━━ Stored data ━━

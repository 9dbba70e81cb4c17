//! Symmetry classes by iterated refinement of atom invariants.

use crate::molecule::Molecule;

/// Class numbers such that topologically equivalent atoms share one.
///
/// Atoms start from an invariant (element, isotope, charge, degree, hydrogens, aromaticity,
/// ring membership); each round an atom's class is refined by the sorted classes of its
/// neighbours and the bonds to them, until the number of classes stops growing. Classes are
/// numbered by the rank of their invariants, so they do not depend on input order.
///
/// # Reference
///
/// H. L. Morgan, "The generation of a unique machine description for chemical structures",
/// J. Chem. Doc. 1965, 5, 107-113 (iterated neighbour refinement; here on ranks rather than
/// sums, so classes only split and the loop ends within n rounds).
pub fn symmetry_classes(m: &Molecule) -> Vec<u32> {
    packed_classes(m).unwrap_or_else(|| general_classes(m))
}

/// Most neighbours an atom may have for [`packed_classes`].
const PACKED_DEGREE: usize = 6;

/// The same classes as [`general_classes`], for molecules whose keys fit in fixed-width
/// integers (fewer than 2^24 atoms, at most [`PACKED_DEGREE`] neighbours, small counts):
/// each key is packed so that integer order is the key's order, and ranks come from one
/// sort of packed keys instead of a sort comparing tuples and slices. `None` otherwise.
fn packed_classes(m: &Molecule) -> Option<Vec<u32>> {
    let n = m.atoms.len();
    if n >= 1 << 24 {
        return None;
    }
    // (element, isotope, charge, degree, hydrogens, aromatic, in ring) in 8, 16, 8, 8, 9,
    // 1 and 1 bits, most significant first; the charge offset by 128 keeps its order.
    let mut keyed: Vec<(u64, u32)> = Vec::with_capacity(n);
    for i in 0..n {
        let a = &m.atoms[i];
        let (degree, hydrogens) = (m.degree(i), m.total_hydrogens(i));
        if degree > PACKED_DEGREE || hydrogens >= 1 << 9 {
            return None;
        }
        let key = (a.element as u64) << 43
            | (a.isotope.unwrap_or(0) as u64) << 27
            | ((a.charge as i16 + 128) as u64) << 19
            | (degree as u64) << 11
            | (hydrogens as u64) << 2
            | (a.aromatic as u64) << 1
            | (a.ring_count > 0) as u64;
        keyed.push((key, i as u32));
    }
    keyed.sort_unstable();
    let mut classes = vec![0u32; n];
    let mut class = 0u32;
    for k in 0..n {
        if k > 0 && keyed[k].0 != keyed[k - 1].0 {
            class += 1;
        }
        classes[keyed[k].1 as usize] = class;
    }
    let mut count = distinct(&classes);
    // A round's key: the atom's class, then its neighbour entries (class, bond order,
    // aromatic) sorted, each in 32 bits (24, 7 and 1, ordered as the tuple), two to a word;
    // unused places stay 0, below any entry (bond orders are at least 1), which orders a
    // shorter list before a longer one with the same start, as slices compare.
    let mut round: Vec<([u64; 4], u32)> = Vec::with_capacity(n);
    let mut entries = [0u32; PACKED_DEGREE];
    let mut next = vec![0u32; n];
    for _ in 0..n {
        if count == n {
            break;
        }
        round.clear();
        for i in 0..n {
            let nbs = &m.neighbors[i];
            for (e, nb) in entries.iter_mut().zip(nbs.iter()) {
                let b = &m.bonds[nb.bond];
                let order = if b.aromatic { 4 } else { b.order };
                *e = classes[nb.atom] << 8 | (order as u32) << 1 | b.aromatic as u32;
            }
            let list = &mut entries[..nbs.len()];
            list.sort_unstable();
            let mut words = [0u32; 8];
            words[0] = classes[i];
            words[1..1 + list.len()].copy_from_slice(list);
            let key = [
                (words[0] as u64) << 32 | words[1] as u64,
                (words[2] as u64) << 32 | words[3] as u64,
                (words[4] as u64) << 32 | words[5] as u64,
                (words[6] as u64) << 32 | words[7] as u64,
            ];
            round.push((key, i as u32));
        }
        round.sort_unstable();
        let mut class = 0u32;
        for k in 0..n {
            if k > 0 && round[k].0 != round[k - 1].0 {
                class += 1;
            }
            next[round[k].1 as usize] = class;
        }
        let c = distinct(&next);
        std::mem::swap(&mut classes, &mut next);
        if c == count {
            break;
        }
        count = c;
    }
    Some(classes)
}

/// [`symmetry_classes`] for any molecule, over tuple and slice keys.
fn general_classes(m: &Molecule) -> Vec<u32> {
    let n = m.atoms.len();
    let initial: Vec<(u8, u16, i8, usize, usize, bool, bool)> = (0..n)
        .map(|i| {
            let a = &m.atoms[i];
            (
                a.element,
                a.isotope.unwrap_or(0),
                a.charge,
                m.degree(i),
                m.total_hydrogens(i),
                a.aromatic,
                a.ring_count > 0,
            )
        })
        .collect();
    let mut classes = rank(&initial);
    let mut count = distinct(&classes);
    // Each round's keys, flat: an atom's sorted neighbour entries sit at
    // `flat[start[i]..start[i + 1]]`, each entry (class, bond order, aromatic) packed in a
    // u64 so that integer order is tuple order.
    let mut start = Vec::with_capacity(n + 1);
    start.push(0);
    for i in 0..n {
        start.push(start[i] + m.neighbors[i].len());
    }
    let mut flat = vec![0u64; start[n]];
    let mut idx: Vec<usize> = Vec::with_capacity(n);
    let mut next = vec![0u32; n];
    for _ in 0..n {
        // All atoms already apart: a round would rank by the classes alone and give them
        // back unchanged.
        if count == n {
            break;
        }
        for i in 0..n {
            let entries = &mut flat[start[i]..start[i + 1]];
            for (e, nb) in entries.iter_mut().zip(m.neighbors[i].iter()) {
                let b = &m.bonds[nb.bond];
                // Aromatic bonds compare as one kind whatever their Kekulé order.
                let order = if b.aromatic { 4 } else { b.order };
                *e = (classes[nb.atom] as u64) << 16 | (order as u64) << 8 | b.aromatic as u64;
            }
            entries.sort_unstable();
        }
        let key = |i: usize| (classes[i], &flat[start[i]..start[i + 1]]);
        idx.clear();
        idx.extend(0..n);
        // Equal keys get one class whatever their order: no need for a stable sort.
        idx.sort_unstable_by(|&a, &b| key(a).cmp(&key(b)));
        let mut class = 0u32;
        for k in 0..n {
            if k > 0 && key(idx[k]) != key(idx[k - 1]) {
                class += 1;
            }
            next[idx[k]] = class;
        }
        let c = distinct(&next);
        std::mem::swap(&mut classes, &mut next);
        if c == count {
            break;
        }
        count = c;
    }
    classes
}

fn rank<T: Ord>(keys: &[T]) -> Vec<u32> {
    let mut idx: Vec<usize> = (0..keys.len()).collect();
    idx.sort_unstable_by(|&a, &b| keys[a].cmp(&keys[b]));
    let mut out = vec![0u32; keys.len()];
    let mut class = 0u32;
    for k in 0..idx.len() {
        if k > 0 && keys[idx[k]] != keys[idx[k - 1]] {
            class += 1;
        }
        out[idx[k]] = class;
    }
    out
}

fn distinct(classes: &[u32]) -> usize {
    classes.iter().max().map_or(0, |&m| m as usize + 1)
}

#[cfg(test)]
mod tests {
    use crate::{parse, symmetry_classes};

    fn classes(s: &str) -> Vec<u32> {
        symmetry_classes(&parse(s).expect("test SMILES reads"))
    }

    #[test]
    fn packed_keys_give_the_general_classes() {
        // Our sample, and the MOSES sample when present (not part of the repository).
        let root = concat!(env!("CARGO_MANIFEST_DIR"), "/../..");
        let mut text = std::fs::read_to_string(format!("{root}/tests/data/sample.smi"))
            .expect("tests/data/sample.smi");
        text.push_str(
            &std::fs::read_to_string(format!("{root}/../shared/data/moses-sample.smi"))
                .unwrap_or_default(),
        );
        let mut compared = 0;
        for line in text.lines().filter(|l| !l.starts_with('#')) {
            let Some(s) = line.split_whitespace().next() else {
                continue;
            };
            let Ok(m) = parse(s) else { continue };
            let packed = super::packed_classes(&m).expect("drug-like molecules fit the packing");
            assert_eq!(packed, super::general_classes(&m), "{s}");
            compared += 1;
        }
        assert!(compared > 50);
    }

    #[test]
    fn piperazine_nitrogens_are_equivalent() {
        let c = classes("C1CNCCN1");
        assert_eq!(c[2], c[5]);
        assert_eq!(c[0], c[1]);
        assert_ne!(c[0], c[2]);
    }

    #[test]
    fn succinic_acid_carboxyls_are_equivalent() {
        // O0 C1 (=O2) C3 C4 C5 (O6) =O7
        let c = classes("OC(=O)CCC(O)=O");
        assert_eq!(c[1], c[5]);
        assert_eq!(c[0], c[6]);
        assert_eq!(c[2], c[7]);
        assert_ne!(c[0], c[2]);
    }

    #[test]
    fn substituted_pyridine_positions_differ() {
        // 4-methylpyridine: C2/C6 alike, C3/C5 alike, N and C4 apart.
        let c = classes("Cc1ccncc1");
        assert_eq!(c[2], c[6]);
        assert_eq!(c[3], c[5]);
        assert_ne!(c[2], c[3]);
        assert_ne!(c[4], c[1]);
        // 3-methylpyridine has no mirror: every ring atom differs.
        let c = classes("Cc1cccnc1");
        let ring = &c[1..];
        let mut sorted = ring.to_vec();
        sorted.sort_unstable();
        sorted.dedup();
        assert_eq!(sorted.len(), ring.len());
    }

    #[test]
    fn classes_do_not_depend_on_atom_order() {
        let a = classes("OCC(=O)O");
        let b = classes("OC(=O)CO");
        let mut x = a.clone();
        let mut y = b.clone();
        x.sort_unstable();
        y.sort_unstable();
        assert_eq!(x, y);
        // The alcohol O (atom 0 / atom 4) has the same class number in both.
        assert_eq!(a[0], b[4]);
    }
}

━━━

The task: Here the job is to set down exactly the lines of the material above that fall between the one with "which orders a" and the one with "(words[2] as u64)", inclusive, and nothing beyond them.

Written response:
    // unused places stay 0, below any entry (bond orders are at least 1), which orders a
    // shorter list before a longer one with the same start, as slices compare.
    let mut round: Vec<([u64; 4], u32)> = Vec::with_capacity(n);
    let mut entries = [0u32; PACKED_DEGREE];
    let mut next = vec![0u32; n];
    for _ in 0..n {
        if count == n {
            break;
        }
        round.clear();
        for i in 0..n {
            let nbs = &m.neighbors[i];
            for (e, nb) in entries.iter_mut().zip(nbs.iter()) {
                let b = &m.bonds[nb.bond];
                let order = if b.aromatic { 4 } else { b.order };
                *e = classes[nb.atom] << 8 | (order as u32) << 1 | b.aromatic as u32;
            }
            let list = &mut entries[..nbs.len()];
            list.sort_unstable();
            let mut words = [0u32; 8];
            words[0] = classes[i];
            words[1..1 + list.len()].copy_from_slice(list);
            let key = [
                (words[0] as u64) << 32 | words[1] as u64,
                (words[2] as u64) << 32 | words[3] as u64,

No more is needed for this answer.